How long must I stay in Canada to keep my permanent resident status?

The only possible exception would be if you are married to a Canadian Citizen.


----------



## colchar (Oct 25, 2011)

Lpieris said:


> I' migrated to Canada and return within one year course my mother was sick back home and has to manage our family Business and in formed the Canadian high commission by writing that I will not be able to get back to Canada till my old aged mother is stable. But there was no reply from the Canadian High commission .But kept writing to the High Commission on and off,which i have copies of my correspondence.
> 
> Since All Business matters are now steady...and I wanted to get back to Canada..I do not have a Residency Card although I have renewed my SIN card,I will have to apply for a Travel Document but since i have stayed out of Canada for over passed 5 years, and had no reply for any of my letters sent to The Canadian high commission,I'm afraid that they will turn me down and i will officially lose the Permanent Residence , I would Like to get some advice from a professional Regarding My Travel Document,and get advice on which ground do i have to apply . Please reply..who is well a where of My situation.
> 
> LPieris



First of all, the people posting here are not professionals. Second, you have been out of Canada for too long and will need to start the process all over again.


----------



## manomegh (Aug 9, 2014)

I beg to differ. You have still not lost your PR status. It will be lost officially only when you approach CIC for a travel document. <snip>


----------



## WestCoastCanadianGirl (Mar 17, 2012)

manomegh said:


> I beg to differ. You have still not lost your PR status. It will be lost officially only when you approach CIC for a travel document. <snip>


How do you figure that OP _*hasn't*_ lost his PR status?

The _*Government of Canada*_ link that OldPro provided _clearly states_:



> To maintain your status as a permanent resident, there are few requirements you must fulfill. One requirement is the residency obligation. _*You must live in Canada for at least two years within a five-year period. During this time, you must be here physically.*_


By his own admission, OP stated that he didn't even last a year in Canada before he returned home to care for his ailing Mother. It has also been _more than *5* (five) years since_ he left Canada, so therefore he has lost his PR status.

The only way that he could have kept it was to have stayed in Canada for two years (or more, with documentable proof that he was in Canada for the time that he claims) before leaving and then come back to Canada _before_ three additional years had passed since he left (he also needs to have proof that he was away for less than 3 years).

Let's say that OP arrived in Canada on 10 January 2005 and went back to his Mother on 17 March of 2007. 

He would have until the 16 March 2010 to return to Canada before he is considered to have lost his PR status. He has fulfilled the residency requirement, as he was in Canada for more than the requisite 2 years (the 26 months between Jan '05 - Mar '07) and as long as he was back by the 16th of March '10, he'd be fine.

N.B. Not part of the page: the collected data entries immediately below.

import { mkdtempSync, rmSync } from 'node:fs';
import { tmpdir } from 'node:os';
import path from 'node:path';
import { chromium, type BrowserContext, type Page } from 'playwright-core';

const CHROMIUM = process.env.CHROMIUM_PATH ?? '/usr/bin/chromium';
const ARGS = ['--headless', '--no-sandbox', '--disable-gpu', '--disable-quic', '--no-first-run', '--disable-background-networking', '--disable-component-update', '--disable-sync'];

/** Fresh Chromium profiles, one per user, so one user's stored sign-in never leaks into another's test. */
export class BrowserProfiles {
  private readonly contexts: BrowserContext[] = [];
  private readonly dirs: string[] = [];

  async page(width = 1280): Promise<Page> {
    const dir = mkdtempSync(path.join(tmpdir(), 'treadwise-chromium-'));
    this.dirs.push(dir);
    const context = await chromium.launchPersistentContext(dir, { executablePath: CHROMIUM, headless: true, viewport: { width, height: 800 }, acceptDownloads: true, args: ARGS });
    this.contexts.push(context);
    return context.newPage();
  }

  async close(): Promise<void> {
    for (const context of this.contexts) await context.close();
    for (const dir of this.dirs) rmSync(dir, { recursive: true, force: true });
  }
}
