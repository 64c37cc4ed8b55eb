import type { Routes } from '@angular/router';

/** Batch jobs: the list with the upload panel, and one job watched live. */
export const BATCH_ROUTES: Routes = [
  {
    path: '',
    title: 'Batches · Treadwise',
    loadComponent: () => import('./batch-list.js').then((m) => m.BatchList),
  },
  {
    path: ':batchId',
    title: 'Batch job · Treadwise',
    loadComponent: () => import('./batch-page.js').then((m) => m.BatchPage),
  },
];
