import type { HttpResponse } from '@angular/common/http';
import { EMPTY, type Observable, expand, map, retry, switchMap, take, throwError } from 'rxjs';

import type { Batch } from '../core/api-types.js';
import { type PollWait, isTransient, pollDelayMs } from '../core/poll.js';
import { isFinal } from './batch-status.js';

// Asks that fail for a passing reason (rate limit, gateway, network) are tried again this often.
const TRANSIENT_TRIES = 5;

/**
 * A job's state as it changes: asks at once, then again after each answer's Retry-After, and
 * completes with the first final status. Unsubscribing stops the timer and any ask in flight.
 */
export function watchBatch(ask: () => Observable<HttpResponse<Batch>>, wait: PollWait): Observable<Batch> {
  const askPatiently = () =>
    ask().pipe(
      retry({
        count: TRANSIENT_TRIES,
        delay: (error: unknown) => (isTransient(error) ? wait(pollDelayMs(error.headers.get('Retry-After'))) : throwError(() => error)),
      }),
    );
  return askPatiently().pipe(
    expand((response) => (isFinal(bodyOf(response).status) ? EMPTY : wait(pollDelayMs(response.headers.get('Retry-After'))).pipe(take(1), switchMap(askPatiently)))),
    map(bodyOf),
  );
}

function bodyOf(response: HttpResponse<Batch>): Batch {
  if (!response.body) throw new Error('The API answered a batch job without a body.');
  return response.body;
}
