def pin_tables(pm: Any) -> tuple[Table | None, list[tuple[str, Table]], list[str]]:
    """The swap's pin map as (moves table, further tables, notes).

    Understands the substitute engine's shape (``links``, ``ties``, ``unmatched``,
    ``additions``, ``polarity``, ``notes``); anything else becomes a generic table.
    """
    if not isinstance(pm, dict) or "links" not in pm:
        return table_of(pm, ("channel", "function", "old_pin", "new_pin", "old", "new", "note")), [], []

    def pin(n: Any, name: Any) -> str:
        return f"{n} ({name})" if name else str(n)

    def ch(a: Any, b: Any = None) -> str:
        if a is None and b is None:
            return "shared"
        return str(a) if b in (None, a) else f"{a} → {b}"

    from advisor.presentation import function_words

    rows = tuple((ch(l.get("old_channel"), l.get("new_channel")), function_words(l.get("function")),
                  pin(l.get("old_pin"), l.get("old_name")), pin(l.get("new_pin"), l.get("new_name")),
                  "yes" if l.get("moved") else "no", str(l.get("note") or ""))
                 for l in pm.get("links") or [] if isinstance(l, dict))
    head = ("section", "function", f"old pin ({pm.get('old_package', '')})", f"new pin ({pm.get('new_package', '')})", "moves", "note")
    if not any(r[5] for r in rows):  # no link carries a note: leave the empty column out
        rows, head = tuple(r[:5] for r in rows), head[:5]
    links = Table(head, rows)
    more: list[tuple[str, Table]] = []
    ties = [t for t in pm.get("ties") or [] if isinstance(t, dict)]
    if ties:
        more.append(("Inputs to tie", Table(("new pin", "section", "to", "why"), tuple(
            (pin(t.get("new_pin"), t.get("new_name")), ch(t.get("channel")), str(t.get("level", "")), str(t.get("why", "")))
            for t in ties))))
    un = [u for u in pm.get("unmatched") or [] if isinstance(u, dict)]
    if un:
        more.append(("Old pins with no counterpart", Table(("old pin", "function", "what to do", "blocks the swap"), tuple(
            (pin(u.get("old_pin"), u.get("old_name")), function_words(u.get("function")), str(u.get("what", "")),
             "yes" if u.get("blocking") else "no") for u in un))))
    adds = [a for a in pm.get("additions") or [] if isinstance(a, dict)]
    if adds:
        more.append(("Parts to add", Table(("part", "role", "between", "why"), tuple(
            (str(a.get("what", "")), str(a.get("role", "")), " and ".join(map(str, a.get("between") or [])), str(a.get("why", "")))
            for a in adds))))
    notes = []
    pol = pm.get("polarity")
    if isinstance(pol, dict) and pol.get("old_input"):
        notes.append(f"Trigger: the {pol.get('edge') or 'active'} edge on {pol['old_input']} goes to {pol.get('new_input') or '—'}"
                     + (" (edge assumed)" if pol.get("assumed") else "") + ".")
        if pol.get("note"):
            notes.append(str(pol["note"]))
    notes += [str(n) for n in pm.get("notes") or []]
    if "same_footprint" in pm:
        notes.append(f"Package {pm.get('old_package', '?')} → {pm.get('new_package', '?')}: "
                     + ("same footprint." if pm.get("same_footprint") else "the footprint changes."))
    return links, more, notes
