// The tables and indexes of schema version 4, each table with its columns listed explicitly, so
// that the triggers built from those lists cover every column (a test holds the lists to the
// tables). Tables are STRICT: SQLite refuses a value of the wrong type instead of storing it.
//
// Placeholders, expanded by expand(): {time:c} says column c holds a UTC time exactly as the
// workbook writes it, "2024-03-05T10:00:00+00:00" (or NULL), {date:c} a date "2024-03-05",
// {finite:c} a finite number.
// Times of one format compare as text: a session is submitted after it started, and so on.
#include "storage/schema_v4.h"

#include "storage/workbook_error.h"

#include <QRegularExpression>

#include <stdexcept>

namespace mw::storage::schema4 {
namespace {

const char* const kClassSeries = "(0.05, 0.1, 0.2, 0.3, 0.5, 1, 1.5, 2, 2.5, 3, 5)";
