TEST_CASE("the withdrawn and the retired meter left service after their records were approved") {
    Workbook workbook = openDemo();
    InstrumentRepository instruments(workbook);
    mw::storage::AuditRepository audit(workbook);
    for (const char* tag : {"CFM-105", "CFM-106"}) {
        INFO(tag);
        const auto instrument = instruments.findByTag(QString::fromLatin1(tag));
        REQUIRE(instrument);
        std::vector<mw::storage::AuditEntry> updates;
        for (const auto& entry : audit.entries(QStringLiteral("instruments"), instrument->id)) {
            if (entry.action == QStringLiteral("update")) {
                updates.push_back(entry);
            }
        }
        REQUIRE(updates.size() == 1);
        CHECK(updates.front().oldValues.contains(QStringLiteral("\"status\":\"in-service\"")));
        CHECK_FALSE(updates.front().newValues.contains(QStringLiteral("in-service")));
        // Written after every change to the meter's records, the approvals included: a status
        // change is allowed on a meter with approved records.
        std::int64_t lastRecordEntry = 0;
        int approved = 0;
        for (const CalibrationSession& session :
             SessionRepository(workbook).historyOf(instrument->id)) {
            approved += session.state == SessionState::Approved ? 1 : 0;
            for (const auto& entry :
                 audit.entries(QStringLiteral("calibration_sessions"), session.id)) {
                lastRecordEntry = std::max(lastRecordEntry, entry.id);
            }
        }
        CHECK(approved > 0);
        CHECK(updates.front().id > lastRecordEntry);
    }
}

TEST_CASE("the demo due list shows an overdue meter and leaves the retired one out") {
    Workbook workbook = openDemo();
    const auto due = InstrumentRepository(workbook).dueList();
    CHECK(due.size() == 24);
    const auto loaned = std::find_if(due.begin(), due.end(),
                                     [](const auto& item) { return item.asset_tag == "CFM-104"; });
    REQUIRE(loaned != due.end());
    REQUIRE(loaned->due_date);
    CHECK(*loaned->due_date < kToday);
    CHECK(std::none_of(due.begin(), due.end(),
                       [](const auto& item) { return item.asset_tag == "CFM-105"; }));
}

CIC looks at the 5 years immediately proceeding his return to Canada on March 16, 2010... i.e. they would be looking at 17 March '05 - 16 March '10... if he returns on 16 March 2010 his status is fine, as he has met the requirements of being _*physically present in Canada*_ for 2 years in the 5 year period preceding his return - ie he would have been in Canada from March 18, 2005 -> March 17, 2006 and from March 17, 2006 to March 16, 2007 (the CIC does not count the day of departure as being in Canada... no government does in this regard), and from March 17, 2007 - March 16, 2010, he will have been gone exactly 3 years, which would take him right to the cut off of being in Canada for at least 2 years in 5. 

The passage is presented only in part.